On Feb. 24, the Yavapai-Apache Nation will mark the 126th anniversary of the forced removal of the Yavapai and Tonto Apache people from their extensive treaty land in the Verde Valley.
The 1875 Removal – 1900 Return Commemoration is a holiday of remembrance for the time in 1875 when tribal members were removed by military force from the Verde Valley and their subsequent return to their homeland around 1900.
Tribal offices will be closed Feb. 23 in recognition of this historic event.
The commemoration, formerly known as Exodus, will take place at the Cliff Castle Casino.
Vendor booths of food, arts, crafts and a traditional dress competition for the youth will begin at 10 a.m.
At 11:30 a.m., people of the Yavapai-Apache Nation will commemorate their 1875 forced exodus to San Carlos with a march that will begin at the Casino special events grounds and encircle the casino and end back at the casino special events grounds with a closing ceremony.
Following the march, Indian singers and dancers from around Arizona will exhibit traditional song and dance. Speakers will also share stories and insight on the past, present and future of the Yavapai-Apache Nation.
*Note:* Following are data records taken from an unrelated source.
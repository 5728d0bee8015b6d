import { Box, Text } from 'ink';

/** How a map cell stands out: the agent, a cell the agent sees, a sounding or silent emitter. */
export type MapMark = 'agent' | 'view' | 'sounding' | 'silent' | 'plain';

/** One map cell: its glyph and how it is marked. */
export interface MapCell {
  readonly glyph: string;
  readonly mark: MapMark;
}

/** Consecutive cells of one mark, drawn as one piece of text. */
function runs(row: readonly MapCell[]): { text: string; mark: MapMark }[] {
  const out: { text: string; mark: MapMark }[] = [];
  for (const cell of row) {
    const last = out[out.length - 1];
    if (last != null && last.mark === cell.mark) last.text += cell.glyph;
    else out.push({ text: cell.glyph, mark: cell.mark });
  }
  return out;
}

/**
 * The world map; marks use text attributes only (bold, reverse video, dim), so they
 * survive a terminal without colour.
 */
export function MapPanel({ rows }: { readonly rows: readonly (readonly MapCell[])[] }) {
  return (
    <Box flexDirection="column">
      {rows.map((row, y) => (
        <Text key={y}>
          {runs(row).map((run, i) => (
            <Text key={i} bold={run.mark === 'agent' || run.mark === 'sounding'} inverse={run.mark === 'view' || run.mark === 'agent'} dimColor={run.mark === 'silent'}>
              {run.text}
            </Text>
          ))}
        </Text>
      ))}
    </Box>
  );
}
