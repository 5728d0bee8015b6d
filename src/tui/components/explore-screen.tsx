import { Box, Text } from 'ink';
import type { ExploreView } from '../explore/explore-view.js';
import { BarList } from './bar-list.js';
import { HelpLine } from './help-line.js';
import { MapPanel } from './map-panel.js';
import { SightPanel } from './sight-panel.js';
import { SoundPanel } from './sound-panel.js';

/** The explore keys, as the help line lists them. */
export const EXPLORE_KEYS: readonly (readonly [string, string])[] = [
  ['↑↓←→/wasd', 'move'], ['.', 'stay'], ['t', 'clock'], ['n k + -', 'noise'],
  ['g', 'world'], ['c', 'colour'], ['l', 'truth'], ['?', 'help'], ['q', 'quit'],
];

function NoiseList({ noise }: { readonly noise: ExploreView['noise'] }) {
  return (
    <Box flexDirection="column">
      <Text bold>noise · n channel k kind +- level</Text>
      {noise.map((n) => <Text key={n.text} bold={n.selected}>{`${n.selected ? '>' : ' '} ${n.text}`}</Text>)}
    </Box>
  );
}

/** The whole explore screen: status, map, every sense, noise settings and keys. */
export function ExploreScreen({ view }: { readonly view: ExploreView }) {
  return (
    <Box flexDirection="column">
      <Text wrap="truncate-end">{view.status}</Text>
      <Box gap={2}>
        <MapPanel rows={view.map} />
        <Box flexDirection="column">
          <SightPanel title={view.sight.title} rows={view.sight.rows} />
          <BarList title="touch" bars={view.touch} labelWidth={13} barWidth={8} />
        </Box>
        <Box flexDirection="column">
          <NoiseList noise={view.noise} />
          <BarList title="motor · last command" bars={view.motor} labelWidth={10} barWidth={8} />
          {view.legend.map((line) => <Text key={line}>{line}</Text>)}
        </Box>
      </Box>
      <Box gap={2}>
        <SoundPanel {...view.sound} />
        {view.truth == null ? null : (
          <Box flexDirection="column">{view.truth.map((line) => <Text key={line}>{line}</Text>)}</Box>
        )}
      </Box>
      {view.help ? <HelpLine keys={EXPLORE_KEYS} /> : <Text dimColor>? keys · q quit</Text>}
    </Box>
  );
}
A traditional social dance will be held at 7 p.m. that evening across the Cliff Castle Conference Center and Lodge
The 1875 Removal – 1900 Return
On Feb. 25, 1875, the Yavapai and Apache people began a 180-mile winter march to San Carlos where they were held in a concentration camp as political prisoners for 25 years.
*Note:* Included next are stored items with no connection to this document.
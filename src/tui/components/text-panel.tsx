import { Box, Text } from 'ink';

/** A line of a text panel. */
export interface TextLine {
  readonly text: string;
  readonly bold?: boolean;
}

/** A bold title over lines of text, each cut at the panel's edge. */
export function TextPanel({ title, lines }: { readonly title: string; readonly lines: readonly TextLine[] }) {
  return (
    <Box flexDirection="column">
      <Text bold wrap="truncate-end">{title}</Text>
      {lines.map((line, i) => <Text key={i} bold={line.bold} wrap="truncate-end">{line.text}</Text>)}
    </Box>
  );
}
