import { Box, Text } from 'ink';
import type { TableText } from '../dashboard/run-view.js';

const LABEL_WIDTH = 20;
const CELL_WIDTH = 10;

/** Probe scores, a row per learner and a column per severity, with a caption naming what is shown. */
export function ResultsTable({ table }: { readonly table: TableText }) {
  if (table.rows.length === 0) return <Text dimColor>no scores yet</Text>;
  return (
    <Box flexDirection="column">
      <Text wrap="truncate-end">{table.caption}</Text>
      <Box>
        <Box width={LABEL_WIDTH}><Text>learner</Text></Box>
        {table.columns.map((c) => <Box key={c} width={CELL_WIDTH}><Text>{c}</Text></Box>)}
      </Box>
      {table.rows.map((row) => (
        <Box key={row.label}>
          <Box width={LABEL_WIDTH} paddingRight={1}><Text wrap="truncate-end">{row.label}</Text></Box>
          {row.cells.map((cell, i) => <Box key={table.columns[i]} width={CELL_WIDTH}><Text>{cell}</Text></Box>)}
        </Box>
      ))}
    </Box>
  );
}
Around 1900, the U.S. Army allowed passes to the people to leave the reservation without the threat of death. The incarcerated people quickly began the return to their homelands only to find that they were homeless. New settlers had laid claim to the land and defended their properties with threats of death.
Groups of Yavapais and Apaches were chased off homesteads that their ancestors had lived on for centuries. Since both tribes and their families had to survive, they began to congregate in areas of job availability. Concentrations of Yavapais and Apaches were prominent in Clarkdale, Cottonwood, Jerome, Beaver Creek and Camp Verde.
Today, members of the Yavapai-Apache Nation are descendents of the incarcerated Yavapai and Tonto Apache peoples. Their future is bright as they develop economic bases through Cliff Castle Casino, Native Visions Tourism, Yavapai-Apache Sand & Rock and other business endeavors.
Income from Indian Gaming has substantially increased their standard of living, care of their elders, educational opportunities, nurtured traditional customs and culture, increased the nation’s land base and fostered new economic development.